Aim of the exercise >> Transcribe, word for word and without additions, each line below from the one containing "assert own == answers" through the one containing "shortages and money", both ends included.

[[ Given records, beginning ]]

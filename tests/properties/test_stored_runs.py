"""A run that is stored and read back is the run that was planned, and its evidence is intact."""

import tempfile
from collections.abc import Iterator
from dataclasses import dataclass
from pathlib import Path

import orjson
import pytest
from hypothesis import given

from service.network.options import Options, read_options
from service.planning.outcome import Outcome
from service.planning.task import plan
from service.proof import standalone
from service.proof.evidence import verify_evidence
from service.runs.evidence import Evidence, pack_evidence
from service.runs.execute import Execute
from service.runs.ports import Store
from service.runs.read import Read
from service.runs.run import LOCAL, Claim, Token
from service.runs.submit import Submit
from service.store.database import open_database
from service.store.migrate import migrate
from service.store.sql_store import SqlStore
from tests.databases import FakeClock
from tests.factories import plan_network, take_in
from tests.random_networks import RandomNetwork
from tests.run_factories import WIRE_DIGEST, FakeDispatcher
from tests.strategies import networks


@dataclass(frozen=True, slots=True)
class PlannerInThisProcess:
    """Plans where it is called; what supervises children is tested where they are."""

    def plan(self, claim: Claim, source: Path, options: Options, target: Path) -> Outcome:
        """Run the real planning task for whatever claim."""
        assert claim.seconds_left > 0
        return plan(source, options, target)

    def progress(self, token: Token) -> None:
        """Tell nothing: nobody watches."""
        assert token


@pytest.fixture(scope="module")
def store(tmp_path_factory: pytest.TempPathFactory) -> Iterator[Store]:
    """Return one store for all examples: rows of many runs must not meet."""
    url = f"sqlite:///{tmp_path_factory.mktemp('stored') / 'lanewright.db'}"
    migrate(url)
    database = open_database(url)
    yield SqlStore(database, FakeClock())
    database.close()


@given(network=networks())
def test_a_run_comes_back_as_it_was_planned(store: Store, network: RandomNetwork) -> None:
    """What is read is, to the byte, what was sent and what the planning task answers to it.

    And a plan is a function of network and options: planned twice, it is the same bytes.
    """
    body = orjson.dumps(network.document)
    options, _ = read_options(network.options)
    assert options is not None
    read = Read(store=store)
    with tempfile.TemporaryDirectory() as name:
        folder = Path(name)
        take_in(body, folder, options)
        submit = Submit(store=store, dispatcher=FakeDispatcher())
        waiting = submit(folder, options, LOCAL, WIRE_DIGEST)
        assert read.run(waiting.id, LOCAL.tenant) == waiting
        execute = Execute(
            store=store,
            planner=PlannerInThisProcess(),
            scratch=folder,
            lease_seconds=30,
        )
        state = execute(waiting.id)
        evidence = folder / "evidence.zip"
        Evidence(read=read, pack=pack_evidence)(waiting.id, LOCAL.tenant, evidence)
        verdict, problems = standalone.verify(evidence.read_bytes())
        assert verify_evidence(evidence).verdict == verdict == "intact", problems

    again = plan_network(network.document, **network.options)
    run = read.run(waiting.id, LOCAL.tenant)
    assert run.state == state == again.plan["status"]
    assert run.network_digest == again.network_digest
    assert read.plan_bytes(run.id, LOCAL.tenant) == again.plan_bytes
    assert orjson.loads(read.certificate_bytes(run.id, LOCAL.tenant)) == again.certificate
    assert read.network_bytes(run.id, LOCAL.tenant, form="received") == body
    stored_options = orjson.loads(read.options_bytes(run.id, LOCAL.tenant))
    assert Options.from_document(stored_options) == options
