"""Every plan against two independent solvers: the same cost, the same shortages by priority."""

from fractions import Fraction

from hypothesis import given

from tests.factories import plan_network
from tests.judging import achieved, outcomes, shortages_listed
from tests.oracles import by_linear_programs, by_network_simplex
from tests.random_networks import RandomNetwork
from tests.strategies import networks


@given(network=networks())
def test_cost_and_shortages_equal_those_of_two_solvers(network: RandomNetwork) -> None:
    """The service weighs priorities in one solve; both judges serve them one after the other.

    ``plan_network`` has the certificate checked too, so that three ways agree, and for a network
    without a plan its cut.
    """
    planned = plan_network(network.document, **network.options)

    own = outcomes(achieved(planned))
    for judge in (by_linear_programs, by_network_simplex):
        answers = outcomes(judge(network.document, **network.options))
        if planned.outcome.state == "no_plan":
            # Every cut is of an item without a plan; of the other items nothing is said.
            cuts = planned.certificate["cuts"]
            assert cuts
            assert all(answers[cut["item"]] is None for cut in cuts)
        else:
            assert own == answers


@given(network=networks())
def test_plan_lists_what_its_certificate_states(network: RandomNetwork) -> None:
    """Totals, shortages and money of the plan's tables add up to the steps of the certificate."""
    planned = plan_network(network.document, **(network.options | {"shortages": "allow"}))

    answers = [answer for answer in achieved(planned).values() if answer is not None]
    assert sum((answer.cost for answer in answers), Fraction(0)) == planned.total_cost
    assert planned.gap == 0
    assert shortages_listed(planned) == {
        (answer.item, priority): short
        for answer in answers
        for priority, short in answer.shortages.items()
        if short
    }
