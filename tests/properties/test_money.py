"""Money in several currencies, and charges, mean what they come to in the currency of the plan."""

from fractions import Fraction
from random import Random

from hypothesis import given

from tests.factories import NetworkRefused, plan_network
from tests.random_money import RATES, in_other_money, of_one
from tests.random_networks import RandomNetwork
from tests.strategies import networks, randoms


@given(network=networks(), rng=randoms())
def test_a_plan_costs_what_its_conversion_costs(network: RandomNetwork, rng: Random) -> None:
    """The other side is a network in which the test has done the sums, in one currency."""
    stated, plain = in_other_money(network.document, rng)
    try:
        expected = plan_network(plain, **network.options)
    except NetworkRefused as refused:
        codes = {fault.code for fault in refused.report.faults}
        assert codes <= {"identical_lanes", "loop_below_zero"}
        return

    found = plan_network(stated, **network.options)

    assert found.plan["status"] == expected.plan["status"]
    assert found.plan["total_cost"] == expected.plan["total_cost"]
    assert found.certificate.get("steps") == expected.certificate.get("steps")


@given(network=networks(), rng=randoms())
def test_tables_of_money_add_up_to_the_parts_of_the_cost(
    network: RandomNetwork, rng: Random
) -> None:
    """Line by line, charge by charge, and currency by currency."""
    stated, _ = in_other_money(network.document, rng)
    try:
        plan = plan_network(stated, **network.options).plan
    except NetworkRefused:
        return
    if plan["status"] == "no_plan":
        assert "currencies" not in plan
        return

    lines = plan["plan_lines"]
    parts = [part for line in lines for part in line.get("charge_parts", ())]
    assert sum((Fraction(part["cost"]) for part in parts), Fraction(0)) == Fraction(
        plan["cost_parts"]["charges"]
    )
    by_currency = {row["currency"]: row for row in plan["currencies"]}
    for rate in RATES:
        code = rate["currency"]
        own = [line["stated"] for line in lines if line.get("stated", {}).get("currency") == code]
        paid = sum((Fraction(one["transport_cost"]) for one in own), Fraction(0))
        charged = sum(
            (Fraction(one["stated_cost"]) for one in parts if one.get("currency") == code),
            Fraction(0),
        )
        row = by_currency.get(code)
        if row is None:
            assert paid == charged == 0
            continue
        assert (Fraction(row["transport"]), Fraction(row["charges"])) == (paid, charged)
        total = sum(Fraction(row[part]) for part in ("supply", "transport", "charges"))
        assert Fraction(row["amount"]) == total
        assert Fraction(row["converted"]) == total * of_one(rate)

[[ Given records, end ]]

Result >>
            assert own == answers


@given(network=networks())
def test_plan_lists_what_its_certificate_states(network: RandomNetwork) -> None:
    """Totals, shortages and money of the plan's tables add up to the steps of the certificate."""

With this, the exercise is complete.